#[test]
fn scenario_loader_never_panics() {
    let dir = scratch();
    let base = dir.path().to_path_buf();
    let mut runner = TestRunner::new(config());
    runner
        .run(&edits(), |e| {
            let src = apply(&e);
            match scenario::parse(&src, "fuzz.toml") {
                Ok(spec) => {
                    match Plan::from_spec(&spec, &src, "fuzz.toml", &base, &PlanOptions::default())
                    {
                        Ok(plan) => {
                            prop_assert!(plan.replicates >= 2);
                            prop_assert!(!plan.models.is_empty());
                        }
                        Err(err) => one_line(&err.to_string())?,
                    }
                }
                Err(err) => one_line(&err.to_string())?,
            }
            Ok(())
        })
        .unwrap();
}

const CELLS: &[&str] = &[
    "1",
    "0",
    "-2.5",
    "1e300",
    "1e400",
    "inf",
    "-inf",
    "NaN",
    "NA",
    "",
    "?",
    "abc",
    "b",
    "x y",
    "\"q,uoted\"",
    "\"",
    "1,5",
    "é",
    " 3 ",
    "0x10",
    "1e-320",
];

fn table_text() -> impl Strategy<Value = (String, bool, bool)> {
    (
        1usize..5,
        0usize..12,
        prop::collection::vec(prop::sample::select(CELLS), 60),
        any::<bool>(),
        any::<bool>(),
        any::<bool>(),
    )
        .prop_map(|(cols, rows, cells, header_y, classify, drop)| {
            let mut names: Vec<String> = (0..cols).map(|c| format!("c{c}")).collect();
            if header_y {
                names.push("y".into());
            }
            let width = names.len();
            let mut text = names.join(",");
            text.push('\n');
            let mut it = cells.iter().cycle();
            for _ in 0..rows {
                let row: Vec<&str> = (0..width).map(|_| *it.next().unwrap()).collect();
                text.push_str(&row.join(","));
                text.push('\n');
            }
            (text, classify, drop)
        })
}

#[test]
fn csv_loader_never_panics() {
    let dir = scratch();
    let path = dir.path().join("t.csv");
    let mut runner = TestRunner::new(config());
    runner
        .run(&table_text(), |(text, classify, drop)| {
            fs::write(&path, &text).unwrap();
            let opts = TableOptions {
                target: "y".into(),
                features: None,
                missing: if drop { Missing::Drop } else { Missing::Error },
                target_kind: if classify {
                    TargetKind::Classes(None)
                } else {
                    TargetKind::Numeric
                },
                min_rows: 3,
                duplicates: if drop {
                    dataset::Duplicates::Drop
                } else {
                    dataset::Duplicates::Keep
                },
            };
            match dataset::load_csv(&path, &opts) {
                Ok(t) => {
                    prop_assert!(t.rows() >= 3);
                    prop_assert!(t.x.iter().all(|v| v.is_finite()));
                    prop_assert!(t.y.iter().all(|v| v.is_finite()));
                }
                Err(e) => one_line(&e.to_string())?,
            }
            Ok(())
        })
        .unwrap();
}
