// Paired comparisons where the bias is zero: the Nadaraya–Watson smoother is exactly unbiased
// for a constant truth (its weights sum to one), so bias² is estimated near 0, where the
// jackknife of a squared mean misses the second-order part of its spread
// (docs/bias-se-second-order.md). Equally good estimators (rows 1-4 of 5 against rows 2-5 of 5):
// `cargo test --release --test check_calibration -- --ignored --nocapture zero_bias_paired_study`.
#[test]
#[ignore]
fn zero_bias_paired_study() {
    let n: u64 = std::env::var("LOSSPRISM_CHECK_SEEDS")
        .ok()
        .and_then(|v| v.parse().ok())
        .unwrap_or(300);
    let flat = SMOOTH.replace("0.5 * sin(hours) + 0.05 * hours", "1.0");
    let header = "| term | comparisons | mean z | sd z | share abs(z) <= 1.96 | z > 2 / z < -2 | z > 4 / z < -4 |\n|---|---|---|---|---|---|---|";
    println!("### Paired, equally good, constant truth (bias 0): {n} seeds\n\n{header}");
    let t = tally(
        (0..n).map(|i| {
            (
                smooth_text(&flat, sub(0), 90_000 + i),
                smooth_text(&flat, sub(4), 90_000 + i),
            )
        }),
        Mode::Paired,
    );
    for (k, v) in &t {
        println!("{}", v.line(k));
    }
}
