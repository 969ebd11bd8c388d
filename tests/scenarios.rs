//! Every shipped scenario (and the embedded default) parses, plans and runs at library level
//! with a small R, and its result document satisfies the exact identities its loss declares
//! (squared loss: noise + bias² + variance; 0-1 loss: Domingos, Kohavi-Wolpert and James sums).

use std::fs;
use std::path::PathBuf;

use lossprism::report::{self, ResultDoc};
use lossprism::runner;
use lossprism::scenario::{self, Plan, PlanOptions};

/// Replicates used for every scenario here: enough for variances and block standard errors,
/// and no fewer than any shipped scenario's own `blocks` (bakery-study: 20), which a smaller
/// `--replicates` would be refused for.
const R: u64 = 20;

fn shipped() -> Vec<PathBuf> {
    let dir = PathBuf::from(env!("CARGO_MANIFEST_DIR")).join("scenarios");
    let mut v: Vec<PathBuf> = fs::read_dir(&dir)
        .expect("scenarios/ exists")
        .map(|e| e.unwrap().path())
        .filter(|p| p.extension().is_some_and(|e| e == "toml"))
        .collect();
    v.sort();
    assert!(!v.is_empty(), "no scenarios in {}", dir.display());
    v
}

fn opts() -> PlanOptions {
    PlanOptions {
        replicates: Some(R),
        ..PlanOptions::default()
    }
}

/// `a == b` to 1e-9 relative: the two sides of an exact identity, up to rounding.
fn close(a: f64, b: f64, what: &str) {
    assert!(
        a.is_finite() && b.is_finite() && (a - b).abs() <= 1e-9 * a.abs().max(b.abs()),
        "{what}: {a} vs {b}"
    );
}

/// Checks one result document against its plan: finite terms, non-negative variance, and every
/// exact identity the loss declares (squared loss: ESL eq. 7.9; 0-1 loss: Domingos, Kohavi and
/// Wolpert, James; further losses: their own) holding at every grid value to rounding.
fn check(what: &str, plan: &Plan, doc: &ResultDoc) {
    assert_eq!(doc.format, report::FORMAT, "{what}");
    assert_eq!(doc.replicates, R, "{what}");
    assert!(
        !doc.scenario.about.trim().is_empty(),
        "{what}: `about` is empty"
    );
    let observed = doc.table.is_some();
    let cells: usize = plan.models.iter().map(|m| m.grid.len()).sum::<usize>() * plan.sizes.len();
    assert_eq!(
        doc.points.len(),
        cells,
        "{what}: one row per (size, model, value)"
    );
    for (s, &n) in plan.sizes.iter().enumerate() {
        for (i, model) in plan.models.iter().enumerate() {
            let family = model.family.name();
            let rows: Vec<_> = doc
                .points
                .iter()
                .filter(|p| p.family.as_deref().map_or(true, |f| f == family))
                .filter(|p| p.train_size.map_or(true, |t| t as usize == n))
                .collect();
            let grid = &model.grid;
            assert_eq!(
                rows.len(),
                grid.len(),
                "{what}: {family} at size {n} (size {s})"
            );
            let identities = plan.loss.identities(&plan.shape(i, 0), observed);
            assert!(
                !identities.is_empty(),
                "{what}: the loss declares no identity"
            );
            for (p, &g) in rows.iter().zip(grid) {
                assert_eq!(p.value, g, "{what}");
                for (k, v) in &p.terms {
                    assert!(v.is_finite(), "{what} at {g}: `{k}` = {v}");
                }
                // The main variance-type term, by role (a loss may key it otherwise).
                let variance = doc
                    .terms
                    .iter()
                    .find(|t| t.role == "variance" && t.group == "main")
                    .map_or("variance", |t| t.key.as_str());
                assert!(
                    p.get(variance) >= 0.0,
                    "{what} at {g}: {variance} {}",
                    p.get(variance)
                );
                for id in &identities {
                    let sum: f64 = id.parts.iter().map(|(k, c)| c * p.get(k)).sum();
                    close(p.get(id.total), sum, &format!("{what} at {g}: {}", id.name));
                }
            }
        }
    }
    let best_model = plan
        .models
        .iter()
        .find(|m| {
            doc.best
                .family
                .as_deref()
                .map_or(true, |f| f == m.family.name())
        })
        .expect("the best names a model");
    assert!(
        best_model.grid.contains(&doc.best.value),
        "{what}: best off grid"
    );
    assert!(!doc.reading.is_empty(), "{what}: empty reading");
}

#[test]
fn every_shipped_scenario_runs_and_decomposes_exactly() {
    for path in shipped() {
        let what = path.display().to_string();
        let plan = scenario::load(&path, &opts()).unwrap_or_else(|e| panic!("{what}: {e}"));
        assert_eq!(plan.replicates, R, "{what}: --replicates override ignored");
        let outcome = runner::run(&plan, 2).unwrap_or_else(|e| panic!("{what}: {e}"));
        let doc = report::build(&plan, &outcome);
        check(&what, &plan, &doc);
    }
}

#[test]
fn shipped_scenarios_do_not_depend_on_thread_count() {
    // Design §2 invariant: per-replicate streams and in-order block merging make results
    // bit-identical for any thread count.
    for path in shipped() {
        let what = path.display().to_string();
        let plan = scenario::load(&path, &opts()).unwrap_or_else(|e| panic!("{what}: {e}"));
        let one = report::build(&plan, &runner::run(&plan, 1).unwrap());
        let two = report::build(&plan, &runner::run(&plan, 2).unwrap());
        assert_eq!(
            report::to_json(&one),
            report::to_json(&two),
            "{what}: thread count changes the result"
        );
    }
}

#[test]
fn embedded_default_runs_and_matches_its_file() {
    let plan = scenario::load_default(&opts()).expect("embedded default plans");
    let outcome = runner::run(&plan, 2).expect("embedded default runs");
    let doc = report::build(&plan, &outcome);
    check("embedded default", &plan, &doc);

    let path = PathBuf::from(env!("CARGO_MANIFEST_DIR")).join("scenarios/orchard-yield.toml");
    let from_file = scenario::load(&path, &opts()).unwrap();
    let doc_file = report::build(&from_file, &runner::run(&from_file, 2).unwrap());
    assert_eq!(
        report::to_json(&doc),
        report::to_json(&doc_file),
        "the embedded default should be the shipped orchard scenario"
    );
}

/// Lognormal and exponential inputs: the draws' mean and variance agree with the laws' moments
/// (textbook: lognormal mean exp(m + s²/2), variance (exp(s²) − 1)·exp(2m + s²); exponential
/// mean 1/λ, variance 1/λ²; from memory) within 5 standard errors of 200 000 draws, and a
/// scenario with them runs.
#[test]
fn lognormal_and_exponential_inputs_draw_their_laws() {
    use rand::SeedableRng;
    let src = r#"name = "skewed-inputs"
about = "Invented: a saturating truth on skewed inputs."
seed = 4
replicates = 8
[data]
source = "synthetic"
train_size = 60
eval_size = 40
[[data.inputs]]
name = "a"
exponential = 2.0
[[data.inputs]]
name = "b"
lognormal = [0.0, 0.5]
[data.truth]
formula = "3*tanh(a - b)"
[data.noise]
sd = 1.0
[model]
family = "tree"
grid = [1, 3]
"#;
    let dir = tempfile::tempdir().unwrap();
    let f = dir.path().join("s.toml");
    std::fs::write(&f, src).unwrap();
    let plan = lossprism::scenario::load(&f, &opts()).expect("plans");
    let lossprism::scenario::Source::Synthetic(sp) = &plan.source else {
        panic!("synthetic")
    };
    let n = 200_000;
    let x = sp
        .process
        .draw_inputs(n, &mut rand_chacha::ChaCha8Rng::seed_from_u64(3));
    let moments = |j: usize| {
        let c = x.column(j);
        let m = c.sum() / n as f64;
        let v = c.iter().map(|t| (t - m) * (t - m)).sum::<f64>() / (n - 1) as f64;
        (m, v)
    };
    let (ma, va) = moments(0);
    // Exponential(2): mean 0.5, variance 0.25 (the variance's SE from the fourth moment, 9/λ⁴).
    assert!((ma - 0.5).abs() < 5.0 * (0.25f64 / n as f64).sqrt(), "{ma}");
    assert!(
        (va - 0.25).abs() < 5.0 * ((9.0 / 16.0 - 0.0625) / n as f64).sqrt(),
        "{va}"
    );
    assert!(x.column(0).iter().all(|v| *v >= 0.0));
    let (mb, vb) = moments(1);
    let s2: f64 = 0.25;
    let (mean, var) = ((s2 / 2.0).exp(), s2.exp_m1() * s2.exp());
    assert!(
        (mb - mean).abs() < 5.0 * (var / n as f64).sqrt(),
        "{mb} vs {mean}"
    );
    // The sample variance's relative SE is √((κ + 2)/n), κ the excess kurtosis
    // exp(4s²) + 2 exp(3s²) + 3 exp(2s²) − 6 (textbook, from memory): about 0.63% here.
    let kurt = (4.0 * s2).exp() + 2.0 * (3.0 * s2).exp() + 3.0 * (2.0 * s2).exp() - 6.0;
    let rel = ((kurt + 2.0) / n as f64).sqrt();
    assert!(
        (vb / var - 1.0).abs() < 5.0 * rel,
        "{vb} vs {var} (rel SE {rel})"
    );
    assert!(x.column(1).iter().all(|v| *v > 0.0));
    let doc = lossprism::report::build(&plan, &lossprism::runner::run(&plan, 1).expect("runs"));
    assert!(doc.scenario.inputs[0]
        .distribution
        .contains("exponential(rate 2)"));
    assert!(doc.scenario.inputs[1]
        .distribution
        .contains("lognormal(meanlog 0, sdlog 0.5)"));
}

===============

◆ **WORK TO COMPLETE**:
From the records above, copy every line that includes the word "constant".

◆ **RESPONSE TO THIS EXERCISE**:
// for a constant truth (its weights sum to one), so bias² is estimated near 0, where the
    println!("### Paired, equally good, constant truth (bias 0): {n} seeds\n\n{header}");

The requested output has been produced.